Die SMD-Technologie erlaubt somit durch ihre Flexibilität und Skalierbarkeit die Entwicklung von einerseits kleinen, handlichen, batteriebetriebenen Geräten und anderseits von großflächigen Elektroden für die Behandlung umfangreicher Areale oder Volumina. Die Größe kann somit Ihren Wünschen individuell angepasst werden.

Mittlerweile sind wir zudem in der Lage, dünne Plasmaschichten – sogenannte Dünnschichtelektroden – anzufertigen, die mit geringen Spannungen betrieben werden können und folglich die Miniaturisierung vereinfachen. Mit dieser Technologie können innovative sowie kosteneffiziente Produkte für die professionelle Anwendung und den Endverbraucher entwickelt werden. (Patentanmeldung „Elektrodenanordnung und Plasmaquelle zur Erzeugung eines nicht-thermischen Plasmas sowie ein Verfahren zum Betreiben einer Plasmaquelle“ in Deutschland)

Mikrowellenplasmatechnologie

Die Mikrowellenplasmatechnologie wurde am Max-Planck Institut für extraterrestrische Physik entwickelt und wird nun in der terraplasma GmbH verwertet.
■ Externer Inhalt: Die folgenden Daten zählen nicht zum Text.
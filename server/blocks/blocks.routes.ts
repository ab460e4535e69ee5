/** Block routes: a swap's block list, the maker's steps, the coordinator's intake and measuring. */
import { Router, type Request, type Response } from 'express';
import { acceptBlockSchema, blockParamsSchema, handInManySchema, handInSchema, measurementBodySchema, receiveSchema } from '@shared/schemas/blocks';
import { blocksQuerySchema, swapParamsSchema, type BlocksQuery } from '@shared/schemas/swaps';
import { validate } from '../http/validate';
import { currentUser, requireUser } from '../auth/require-user';
import { canReadSwap } from '../swaps/swaps.policy';
import { canActAsMaker, canManageBlock, canReadBlock } from './blocks.policy';
import type { AppDeps } from '../deps';
import * as blocks from './blocks.service';
import { listMeasurements, recordMeasurement } from './measurements.service';
import type { Answer } from './idempotency';
import { route } from '../http/route';
import { acceptByDecision, undoLastStep } from './block-steps';
import { handInMany } from './hand-in-many';

const blockId = (req: Request) => (req.params as unknown as { blockId: number }).blockId;
const params = validate({ params: blockParamsSchema });

function reply<T>(res: Response, answer: Answer<T>) {
  if (answer.replayed) res.set('Idempotent-Replay', 'true');
  res.status(answer.status).json(answer.body);
}

export function blocksRouter(deps: AppDeps) {
  const router = Router();

  router.get('/swaps/:swapId/blocks', requireUser, validate({ params: swapParamsSchema, query: blocksQuerySchema }), async (req, res) => {
    const userId = currentUser(req).id;
    const { swap, canManage } = await canReadSwap(userId, (req.params as unknown as { swapId: number }).swapId);
    res.json(await blocks.listBlocks(swap, { userId, canManage }, req.query as unknown as BlocksQuery));
  });

  router.get('/blocks/:blockId', requireUser, params, async (req, res) => {
    const userId = currentUser(req).id;
    const { block, canManage } = await canReadBlock(userId, blockId(req));
    res.json(await blocks.getBlock(block, { userId, canManage }));
  });

  router.get('/blocks/:blockId/measurements', requireUser, params, async (req, res) => {
    const { block } = await canReadBlock(currentUser(req).id, blockId(req));
    res.json(await listMeasurements(block));
  });

  router.post('/blocks/:blockId/sewn', requireUser, params, async (req, res) => {
    const userId = currentUser(req).id;
    await canActAsMaker(userId, blockId(req));
    res.json(await blocks.markSewn(deps, blockId(req), userId));
  });

  router.post('/blocks/:blockId/handed-in', requireUser, validate({ params: blockParamsSchema, body: handInSchema }), async (req, res) => {
    const userId = currentUser(req).id;
    await canActAsMaker(userId, blockId(req));
    res.json(await blocks.handIn(deps, blockId(req), userId, req.body));
  });

  router.post('/blocks/:blockId/received', requireUser, validate({ params: blockParamsSchema, body: receiveSchema }), async (req, res) => {
    const userId = currentUser(req).id;
    await canManageBlock(userId, blockId(req));
    reply(res, await blocks.receive(deps, blockId(req), userId, req.body.clientId));
  });

  router.post('/blocks/:blockId/trimmed', requireUser, params, async (req, res) => {
    const userId = currentUser(req).id;
    await canManageBlock(userId, blockId(req));
    res.json(await blocks.markTrimmed(deps, blockId(req), userId));
  });

  router.post('/blocks/:blockId/measurements', requireUser, validate({ params: blockParamsSchema, body: measurementBodySchema }), async (req, res) => {
    const { id: userId, displayName } = currentUser(req);
    const { canManage, isMaker } = await canReadBlock(userId, blockId(req));
    reply(res, await recordMeasurement(deps, blockId(req), { userId, displayName, canManage, isMaker }, req.body));
  });

  router.post(
    '/swaps/:swapId/handed-in',
    requireUser,
    route({ params: swapParamsSchema, body: handInManySchema, authorize: (req, { params }) => canReadSwap(currentUser(req).id, params.swapId) }, async ({ body, access }, req, res) => {
      res.json(await handInMany(deps, access.swap, currentUser(req).id, body));
    }),
  );

  router.post(
    '/blocks/:blockId/undo',
    requireUser,
    route({ params: blockParamsSchema, authorize: (req, { params }) => canReadBlock(currentUser(req).id, params.blockId) }, async ({ params, access }, req, res) => {
      res.json(await undoLastStep(deps, params.blockId, { userId: currentUser(req).id, canManage: access.canManage }));
    }),
  );

  router.post(
    '/blocks/:blockId/accept',
    requireUser,
    route({ params: blockParamsSchema, body: acceptBlockSchema, authorize: (req, { params }) => canManageBlock(currentUser(req).id, params.blockId) }, async ({ params, body }, req, res) => {
      res.json(await acceptByDecision(deps, params.blockId, currentUser(req).id, body));
    }),
  );

  return router;
}
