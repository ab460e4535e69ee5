/**
 * Measuring blocks. The server works out the verdict itself with the engine's checkBlock; a
 * verdict sent by a client is never read. Every measurement is kept: the latest ruler one is the
 * block's verdict, the maker's own are shown beside it.
 */
import { checkBlock } from '@shared/quilt';
import type { MeasurementBody } from '@shared/schemas/blocks';
import type { BlockDto, MeasurementDto } from '@shared/swap-types';
import { Block, Measurement, type Swap } from '../db/models';
import { preparedPoolQuery } from '../db/prepared';
import { buildFromRow, modelColumns, personBeside, sqlOnce } from '../db/model-columns';
import { ConflictError, NotFoundError } from '../http/errors';
import type { AppDeps } from '../deps';
import { blockDtosFrom, measurementDto, withMeasurement } from './block-dto';
import { priorAnswer } from './idempotency';
import { assertSwapIn, blockChanged } from './blocks.service';
import { readBlockForMeasurement, writeMeasurement, type MeasuringRow } from './blocks.queries';
import { measuringAs, readBlockAccess, type BlockAccess } from './blocks.policy';
import type { Reply } from '../http/route';

type Deps = Pick<AppDeps, 'events' | 'pool'>;

export type MeasurementAnswer = MeasurementDto & { block: BlockDto };

// Stored as NUMERIC(8,4): the verdict is worked out on the stored value so it can be recomputed.
const four = (x: number) => Math.round(x * 10_000) / 10_000;

/** Verdict and deviations of a measured size against the swap's unfinished size and tolerance. */
function verdictFor(swap: Swap, m: { width: number; height: number; diagonals?: [number, number] }) {
  return checkBlock({
    target: { width: swap.unfinishedWidth, height: swap.unfinishedHeight },
    tolerance: swap.tolerance,
    squareness: swap.squareness,
    measured: m.diagonals ? { width: m.width, height: m.height, diagonals: m.diagonals } : { width: m.width, height: m.height },
  });
}

/** What recording a measurement reads first: the caller's access to the block, and the rest of `MeasuringRow`. */
export type MeasuringRead = Omit<MeasuringRow, 'block' | 'swap' | 'role'> & { access: BlockAccess };

/**
 * The policy's read for a measurement (canReadBlock's decision), with what the write and the answer
 * need, in one round trip (blocks.queries.ts readBlockForMeasurement).
 */
export async function readForMeasurement(deps: Pick<AppDeps, 'pool'>, userId: number, blockId: number): Promise<MeasuringRead> {
  const row = await readBlockForMeasurement(deps.pool, blockId, userId);
  if (!row) throw new NotFoundError('That block does not exist.');
  const { block, swap, role, ...rest } = row;
  return { ...rest, access: readBlockAccess(block, swap, role, userId) };
}

// A block changed by someone else between the read and the write is read again; this many times at most.
const ATTEMPTS = 5;

/**
 * Records a measurement as the policy allows (blocks.policy.ts measuringAs): a ruler measurement
 * needs the block received and moves it to `measured`; a maker's own measurement changes no state.
 * Three round trips with the session's: the read, then one statement that writes the step, the
 * measurement and a clientId's answer only if the block is still as read (else it reads again). A
 * repeat of a request with a clientId answers as the first did, whatever has happened since.
 */
export async function recordMeasurement(
  deps: Deps,
  user: { id: number; displayName: string },
  body: MeasurementBody,
  first: MeasuringRead,
): Promise<Reply<MeasurementAnswer>> {
  const blockId = first.access.block.id;
  try {
    let read = first;
    for (let attempt = 1; ; attempt++) {
      const reply = await measureOnce(deps, user, body, read);
      if (reply) return reply;
      if (attempt === ATTEMPTS)
        throw new ConflictError('This block changed while it was being measured; send the measurement again.', 'block_busy');
      read = await readForMeasurement(deps, user.id, blockId);
    }
  } catch (error) {
    if (!body.clientId) throw error;
    const source = measuringAs(first.access, body.source);
    const claim = { clientId: body.clientId, userId: user.id, blockId, action: `measurement:${source}` };
    // A clientId already taken failed the write whole: the first request's answer stands.
    return (await priorAnswer(
      claim,
      (error as { code?: string }).code === UNIQUE_VIOLATION ? undefined : error,
    )) as Reply<MeasurementAnswer>;
  }
}

const UNIQUE_VIOLATION = '23505';

/** One attempt: the answer, or null when the block is no longer as read. */
async function measureOnce(
  deps: Deps,
  user: { id: number; displayName: string },
  body: MeasurementBody,
  read: MeasuringRead,
): Promise<Reply<MeasurementAnswer> | null> {
  const { access, related } = read;
  const { block, swap } = access;
  const source = measuringAs(access, body.source);
  if (source === 'ruler') {
    assertSwapIn(swap, ['sewing', 'collecting', 'sorting'], 'measured');
    if (swap.distributionConfirmedAt)
      throw new ConflictError('The return of blocks is already confirmed; measurements are closed.', 'distribution_confirmed');
    if (block.state !== 'received' && block.state !== 'measured') {
      throw new ConflictError('Mark the block received before measuring it.', 'not_received');
    }
  } else {
    assertSwapIn(swap, ['signup', 'sewing', 'collecting', 'sorting'], 'measured by their maker');
  }
  const measured = {
    width: four(body.width),
    height: four(body.height),
    ...(body.diagonals ? { diagonals: [four(body.diagonals[0]), four(body.diagonals[1])] as [number, number] } : {}),
  };
  const { verdict, deviations } = verdictFor(swap, measured);
  const at = new Date();
  const from = block.state;
  // As stored (NUMERIC(9,4)), so the answer built here is the row read back.
  const values = {
    blockId: block.id,
    measuredById: user.id,
    source,
    width: measured.width,
    height: measured.height,
    diagonal1: measured.diagonals?.[0] ?? null,
    diagonal2: measured.diagonals?.[1] ?? null,
    verdict,
    deviationWidth: four(deviations.width),
    deviationHeight: four(deviations.height),
    deviationDiagonal: deviations.diagonal == null ? null : four(deviations.diagonal),
    note: body.note || null,
    at,
  };
  // A new ruler measurement replaces the verdict; an earlier trim or decision no longer applies to it.
  const changes =
    source === 'ruler'
      ? {
          state: 'measured',
          verdict,
          measuredAt: at,
          trimmed: false,
          trimmedAt: null,
          acceptedAt: null,
          acceptedById: null,
          acceptedReason: null,
        }
      : null;
  // The row as the write stores it, under the id read.
  const { measuredById: _by, at: _at, ...stored } = values;
  const measurement = { ...stored, id: read.nextId, createdAt: at, withdrawnAt: null };
  // The step records the block as read; the answer shows it as it will be.
  const step = changes ? { changes, byId: user.id } : null;
  const stepped = Block.build({ ...block.dataValues, ...changes } as never, { isNewRecord: false, raw: true });
  const [blockAnswer] = await blockDtosFrom(
    [stepped],
    swap,
    withMeasurement(related, {
      ...measurement,
      measuredById: user.id,
      measuredByName: user.displayName,
      createdAt: at.toISOString(),
    }),
  );
  const answer = {
    ...measurementDto({ ...measurement, measuredBy: { id: user.id, displayName: user.displayName } }),
    block: blockAnswer!,
  };
  // Serialised once: stored with a clientId and sent as it is.
  const answerJson = JSON.stringify(answer);
  const request = body.clientId ? { clientId: body.clientId, action: `measurement:${source}`, responseJson: answerJson } : null;
  if (!(await writeMeasurement(deps.pool, { block, seen: read.seen, nextId: read.nextId }, values, step, request))) return null;
  return {
    status: 201,
    body: answer,
    json: answerJson,
    after: () => {
      deps.events.emit('block.measured', {
        swapId: swap.id,
        guildId: swap.guildId,
        actorId: user.id,
        blockId: block.id,
        makerId: block.makerId,
        measurementId: read.nextId,
        verdict,
        source,
      });
      if (from !== stepped.state) blockChanged(deps, { block: stepped, swap }, user.id, from)();
    },
  };
}

/** Block $blockId's measurements with who measured each, newest first. */
const BLOCK_MEASUREMENTS = sqlOnce(
  () => `SELECT ${modelColumns(Measurement, 'm')}, u.id AS "by.id", u.display_name AS "by.displayName"
           FROM measurements m LEFT JOIN users u ON u.id = m.measured_by_id
          WHERE m.block_id = $blockId ORDER BY m.created_at DESC, m.id DESC`,
);

/** Every measurement of a block, newest first, in one named statement (an officer opening a board row). */
export async function listMeasurements(deps: Pick<AppDeps, 'pool'>, block: Block): Promise<MeasurementDto[]> {
  const rows = await preparedPoolQuery<Record<string, unknown>>(deps.pool, BLOCK_MEASUREMENTS(), { blockId: block.id });
  return rows.map((row) => {
    const { person, values } = personBeside(row, 'by');
    return measurementDto(Object.assign(buildFromRow(Measurement, values), { measuredBy: person }));
  });
}
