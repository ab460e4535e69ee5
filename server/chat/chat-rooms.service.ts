import type { ChatRoomDto } from '@shared/schemas/chat';
import { ChatRoom } from '../db/models';
import { canReadSwap } from '../swaps/swaps.policy';
import { buildFromRow } from '../db/model-columns';
import { preparedPoolQuery } from '../db/prepared';
import { roomRights, roomTitle, type RoomAccess } from './chat.policy';
import { swapRoomOpened } from './chat.queries';
import type { AppDeps } from '../deps';

export function roomDto(access: Pick<RoomAccess, 'room' | 'title' | 'canPost' | 'canModerate'>, viewerId: number): ChatRoomDto {
  const { room } = access;
  return {
    id: room.id,
    guildId: room.guildId,
    kind: room.kind,
    title: access.title,
    sewDayId: room.sewDayId,
    swapId: room.swapId,
    canPost: access.canPost,
    canModerate: access.canModerate,
    viewerId,
  };
}

/** The swap's chat room, opened the first time anyone asks for it (two people asking at once get the same room). */
export async function swapRoom(deps: Pick<AppDeps, 'pool'>, userId: number, swapId: number): Promise<ChatRoomDto> {
  const { swap, role } = await canReadSwap(deps, userId, swapId);
  const bind = { guildId: swap.guildId, swapId };
  let [row] = await preparedPoolQuery<Record<string, unknown>>(deps.pool, swapRoomOpened(), bind);
  // Lost a race to open it: the other request's room is committed by now.
  row ??= (await preparedPoolQuery<Record<string, unknown>>(deps.pool, swapRoomOpened(), bind))[0];
  const room = buildFromRow(ChatRoom, row!);
  return roomDto({ room, title: roomTitle('swap', swap.title), ...roomRights(role) }, userId);
}
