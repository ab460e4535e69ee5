/**
 * clientId idempotency for block requests sent by offline tools: the first answer is stored in the
 * same transaction as the change, and a repeat with the same clientId gets that answer back without
 * changing anything. A failed request stores nothing, so it may be retried with the same id.
 *
 * The route's policy has already locked the block, so repeats on one block queue there; the answer
 * is stored last, and a repeat finds the id taken, undoes its own change and answers as the first did.
 */
import type { Sequelize, Transaction } from 'sequelize';
import { BlockRequest } from '../db/models';
import { ConflictError } from '../http/errors';
import type { Reply } from '../http/route';
import { storeAnswer } from './blocks.queries';

export interface Claim {
  clientId?: string;
  userId: number;
  blockId: number;
  action: string;
}

/** A request with a clientId did not change anything: its answer may be stored already. */
class ClaimedRequestUndone extends Error {
  constructor(
    readonly claim: Claim & { clientId: string },
    readonly failure?: unknown,
  ) {
    super('request with a clientId undone');
  }
}

/** Runs the change and stores its answer under the clientId, in the route's transaction. */
export async function idempotent<T>(
  db: Sequelize,
  transaction: Transaction,
  claim: Claim,
  run: () => Promise<Reply<T> & { status: number }>,
): Promise<Reply<T>> {
  const { clientId } = claim;
  if (!clientId) return run();
  let reply: Reply<T> & { status: number };
  try {
    reply = await run();
  } catch (failure) {
    // It may have failed only because the first request with this id already did the work.
    throw new ClaimedRequestUndone({ ...claim, clientId }, failure);
  }
  const stored = await storeAnswer(db, transaction, { ...claim, clientId, status: reply.status, response: reply.body });
  if (!stored) throw new ClaimedRequestUndone({ ...claim, clientId });
  return reply;
}

/**
 * After the rollback of a request with a clientId: the stored answer when the same request was
 * answered before; otherwise the request's own failure.
 */
export async function answerAsBefore(error: unknown): Promise<Reply> {
  if (!(error instanceof ClaimedRequestUndone)) throw error;
  return priorAnswer(error.claim, error.failure);
}

/**
 * The stored answer of the request first sent with `claim`'s clientId, for a repeat that changed
 * nothing; otherwise the repeat's own `failure` (or, without one, a request still being answered).
 */
export async function priorAnswer(claim: Claim & { clientId: string }, failure?: unknown): Promise<Reply> {
  const prior = await BlockRequest.findByPk(claim.clientId);
  if (!prior) {
    if (failure) throw failure;
    throw new ConflictError('This request is being answered already; send it again in a moment.', 'client_id_busy');
  }
  if (prior.blockId !== claim.blockId || prior.action !== claim.action || prior.userId !== claim.userId) {
    throw new ConflictError('This clientId was already used for a different request; send a new one.', 'client_id_reused');
  }
  return { status: prior.statusCode ?? 200, body: prior.response, headers: { 'Idempotent-Replay': 'true' } };
}
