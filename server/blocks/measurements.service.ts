/**
 * Measuring blocks. The server works out the verdict itself with the engine's checkBlock; a
 * verdict sent by a client is never read. Every measurement is kept: the latest ruler one is the
 * block's verdict, the maker's own are shown beside it.
 */
import { checkBlock } from '@shared/quilt';
import type { MeasurementBody } from '@shared/schemas/blocks';
import type { BlockDto, MeasurementDto } from '@shared/swap-types';
import { type Block, Measurement, type Swap, User } from '../db/models';
import { ConflictError } from '../http/errors';
import type { AppDeps } from '../deps';
import { blockDtosFrom, measurementDto, withMeasurement } from './block-dto';
import { idempotent } from './idempotency';
import { assertSwapIn, blockChanged, type LockedBlock } from './blocks.service';
import { insertMeasurementWithStep } from './blocks.queries';
import type { MeasuringAs } from './blocks.policy';
import type { Reply } from '../http/route';

type Deps = Pick<AppDeps, 'events' | 'sequelize'>;

export type MeasurementAnswer = MeasurementDto & { block: BlockDto };

// Stored as NUMERIC(8,4): the verdict is worked out on the stored value so it can be recomputed.
const four = (x: number) => Math.round(x * 10_000) / 10_000;

/** Verdict and deviations of a measured size against the swap's unfinished size and tolerance. */
function verdictFor(swap: Swap, m: { width: number; height: number; diagonals?: [number, number] }) {
  return checkBlock({
    target: { width: swap.unfinishedWidth, height: swap.unfinishedHeight },
    tolerance: swap.tolerance,
    squareness: swap.squareness,
    measured: m.diagonals ? { width: m.width, height: m.height, diagonals: m.diagonals } : { width: m.width, height: m.height },
  });
}

/**
 * Records a measurement as `actor.source`, which the policy settled (blocks.policy.ts measuringAs).
 * A ruler measurement needs the block received and moves it to `measured`; a maker's own measurement
 * changes no state.
 */
export function recordMeasurement(
  deps: Deps,
  locked: LockedBlock,
  actor: { userId: number; displayName: string; source: MeasuringAs },
  body: MeasurementBody,
): Promise<Reply<MeasurementAnswer>> {
  const { block, swap, transaction } = locked;
  const { source } = actor;
  const blockId = block.id;
  const claim = { clientId: body.clientId, userId: actor.userId, blockId, action: `measurement:${source}` };
  return idempotent(deps.sequelize, transaction, claim, async () => {
    if (source === 'ruler') {
      assertSwapIn(swap, ['sewing', 'collecting', 'sorting'], 'measured');
      if (swap.distributionConfirmedAt)
        throw new ConflictError('The return of blocks is already confirmed; measurements are closed.', 'distribution_confirmed');
      if (block.state !== 'received' && block.state !== 'measured') {
        throw new ConflictError('Mark the block received before measuring it.', 'not_received');
      }
    } else {
      assertSwapIn(swap, ['signup', 'sewing', 'collecting', 'sorting'], 'measured by their maker');
    }
    const measured = {
      width: four(body.width),
      height: four(body.height),
      ...(body.diagonals ? { diagonals: [four(body.diagonals[0]), four(body.diagonals[1])] as [number, number] } : {}),
    };
    const { verdict, deviations } = verdictFor(swap, measured);
    const at = new Date();
    const from = block.state;
    // A new ruler measurement replaces the verdict; an earlier trim or decision no longer applies to it.
    const changes =
      source === 'ruler'
        ? {
            state: 'measured',
            verdict,
            measuredAt: at,
            trimmed: false,
            trimmedAt: null,
            acceptedAt: null,
            acceptedById: null,
            acceptedReason: null,
          }
        : null;
    const { measurement: row, related } = await insertMeasurementWithStep(
      deps.sequelize,
      transaction,
      {
        blockId,
        measuredById: actor.userId,
        source,
        width: measured.width,
        height: measured.height,
        diagonal1: measured.diagonals?.[0] ?? null,
        diagonal2: measured.diagonals?.[1] ?? null,
        verdict,
        deviationWidth: deviations.width,
        deviationHeight: deviations.height,
        deviationDiagonal: deviations.diagonal ?? null,
        note: body.note || null,
        at,
      },
      block,
      changes ? { changes, byId: actor.userId } : undefined,
    );
    if (changes) block.set(changes as never, { raw: true });
    // The INSERT returned every column as stored, and the one who measured is the signed-in actor.
    const measuredBy = { id: actor.userId, displayName: actor.displayName };
    const stored = row.get();
    const [blockAnswer] = await blockDtosFrom(
      [block],
      swap,
      withMeasurement(related, {
        ...stored,
        measuredById: actor.userId,
        measuredByName: actor.displayName,
        createdAt: row.createdAt.toISOString(),
      }),
    );
    const answer = { ...measurementDto({ ...stored, measuredBy }), block: blockAnswer! };
    return {
      status: 201,
      body: answer,
      after: () => {
        deps.events.emit('block.measured', {
          swapId: swap.id,
          guildId: swap.guildId,
          actorId: actor.userId,
          blockId,
          makerId: block.makerId,
          measurementId: row.id,
          verdict,
          source,
        });
        if (from !== block.state) blockChanged(deps, locked, actor.userId, from)();
      },
    };
  });
}

/** Every measurement of a block, newest first. */
export async function listMeasurements(block: Block): Promise<MeasurementDto[]> {
  const rows = await Measurement.findAll({
    where: { blockId: block.id },
    include: [{ model: User, as: 'measuredBy', attributes: ['id', 'displayName'] }],
    order: [
      ['createdAt', 'DESC'],
      ['id', 'DESC'],
    ],
  });
  return rows.map(measurementDto);
}
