/**
 * Small steps on a block that can be taken back. Each step is kept with who took it and the block's
 * columns just before it; *Undo* puts the latest step's columns back, and an undone measurement stays
 * in the history marked withdrawn. An officer may also accept an off-size block with a reason.
 */
import { QueryTypes } from 'sequelize';
import type { AcceptBlockInput } from '@shared/schemas/blocks';
import type { BlockDto } from '@shared/swap-types';
import { Measurement, type Swap } from '../db/models';
import { ConflictError, ForbiddenError } from '../http/errors';
import type { AppDeps } from '../deps';
import { blockDto, isAccepted } from './block-dto';
import { assertSwapIn, lockedBlock } from './blocks.service';
import { recordStep, snapshotOf, type Snapshot, type StepAction } from './step-log';

type Deps = Pick<AppDeps, 'events' | 'sequelize'>;

interface StepRow {
  id: number;
  action: StepAction;
  by_id: number | null;
  before: Snapshot;
  measurement_id: number | null;
}

const DATE_COLUMNS = new Set(['trimmedAt', 'sewnAt', 'handedInAt', 'receivedAt', 'measuredAt', 'acceptedAt']);

function restored(before: Snapshot): Record<string, unknown> {
  return Object.fromEntries(
    Object.entries(before).map(([k, v]) => [k, DATE_COLUMNS.has(k) && typeof v === 'string' ? new Date(v) : v]),
  );
}

const undoWords: Record<StepAction, string> = {
  sewn: 'Marked sewn',
  handed_in: 'Handed in',
  received: 'Taken in',
  measured: 'Measured',
  trimmed: 'Marked trimmed',
  accepted: 'Accepted by decision',
};

function assertChangeable(swap: Swap, doing: string) {
  if (swap.state === 'complete' || swap.state === 'cancelled') {
    throw new ConflictError(`This swap is ${swap.state}; its blocks cannot be ${doing} any more.`, 'swap_closed');
  }
  if (swap.distributionConfirmedAt)
    throw new ConflictError(
      `The return of blocks is already confirmed; blocks cannot be ${doing} any more.`,
      'distribution_confirmed',
    );
}

/**
 * Reverts the block's latest step. The one who took the step may undo it, and so may an officer;
 * never once the return is confirmed or the swap is complete. Answers the block as it is after.
 */
export async function undoLastStep(
  deps: Deps,
  blockId: number,
  actor: { userId: number; canManage: boolean },
): Promise<BlockDto & { undone: string }> {
  const { dto, after, undone } = await deps.sequelize.transaction(async (transaction) => {
    const { block, swap } = await lockedBlock(blockId, transaction);
    assertChangeable(swap, 'changed');
    const [step] = await deps.sequelize.query<StepRow>(
      `SELECT id, action, by_id, before, measurement_id FROM block_steps WHERE block_id = $blockId AND undone_at IS NULL ORDER BY id DESC LIMIT 1`,
      { bind: { blockId }, type: QueryTypes.SELECT, transaction },
    );
    if (!step) throw new ConflictError('There is no step on this block left to undo.', 'nothing_to_undo');
    if (step.by_id !== actor.userId && !actor.canManage) {
      throw new ForbiddenError('Someone else took the last step on this block; only they or a coordinator can undo it.');
    }
    const from = block.state;
    await block.update(restored(step.before), { transaction });
    if (step.measurement_id !== null) {
      await Measurement.update(
        { withdrawnAt: new Date(), withdrawnById: actor.userId },
        { where: { id: step.measurement_id }, transaction },
      );
    }
    await deps.sequelize.query(`UPDATE block_steps SET undone_at = now(), undone_by_id = $userId WHERE id = $id`, {
      bind: { id: step.id, userId: actor.userId },
      type: QueryTypes.UPDATE,
      transaction,
    });
    const emit = () =>
      deps.events.emit('block.changed', {
        swapId: swap.id,
        guildId: swap.guildId,
        actorId: actor.userId,
        blockId,
        makerId: block.makerId,
        from,
        to: block.state,
      });
    return { dto: await blockDto(block, swap, transaction), after: emit, undone: undoWords[step.action] };
  });
  after();
  return { ...dto, undone };
}

/**
 * An officer accepts a measured block that is off size or out of square, with a reason; it then
 * takes part in the return like an accepted block. Undo takes the decision back.
 */
export async function acceptByDecision(deps: Deps, blockId: number, actorId: number, input: AcceptBlockInput): Promise<BlockDto> {
  const { dto, after } = await deps.sequelize.transaction(async (transaction) => {
    const { block, swap } = await lockedBlock(blockId, transaction);
    assertSwapIn(swap, ['collecting', 'sorting'], 'accepted');
    assertChangeable(swap, 'accepted');
    if (block.state !== 'measured') throw new ConflictError('Measure the block before deciding to accept it.', 'not_measured');
    if (isAccepted(block))
      throw new ConflictError('This block is accepted already; there is nothing to decide.', 'already_accepted');
    const before = snapshotOf(block);
    await block.update({ acceptedAt: new Date(), acceptedById: actorId, acceptedReason: input.reason }, { transaction });
    await recordStep(transaction, { blockId, action: 'accepted', byId: actorId, before });
    const emit = () =>
      deps.events.emit('block.changed', {
        swapId: swap.id,
        guildId: swap.guildId,
        actorId,
        blockId,
        makerId: block.makerId,
        from: 'measured',
        to: 'measured',
      });
    return { dto: await blockDto(block, swap, transaction), after: emit };
  });
  after();
  return dto;
}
Die Mikrowellenplasmatechnologie wird zur Erzeugung eines klinischen Argon-Plasmas verwendet, das in Studien an chronischen und akuten Wunden, sowie an verschiedenen Hauterkrankungen untersucht wurde. terraplasma GmbH hat die Mikrowellenplasmatechnologie derzeit an die Firma Adtec Ltd. auslizensiert. Adtec Ltd. vertreibt das Kaltplasmagerät SteriPlas – das die Mikrowellenplasmatechnologie verwendet – an Wundzentren und Kliniken.

Venturiplasmatechnologie

Es ist verhältnismäßig aufwendig, Plasmen bei hoher Strömungsgeschwindigkeit in der Umgebungsluft zu zünden. Andererseits gibt es eine Reihe von Anwendungen – z.B. bei der Desinfektion von Endoskopen oder von Druckschläuchen – bei denen genau dieses erforderlich bzw. wünschenswert ist. Deshalb wurde ein physikalisches Prinzip für eine neuartige Plasmaquelle entwickelt, das diese Schwierigkeit elegant umgeht – das sogenannte „Venturi Prinzip“. Die Luft wird dabei durch eine speziell geformte Düse geleitet und erzeugt in einem bestimmten Hohlraum einen Unterdruck ohne Luftströmung. In diesem Hohlraum wird das Plasma sehr viel leichter und kostengünstiger gezündet. Das Plasma diffundiert in die strömende Luft hinein und kann alle Regionen stromabwärts desinfizieren [Patent „Plasma source“ in Japan und USA; Patentanmeldung „Plasma source“ in Europa].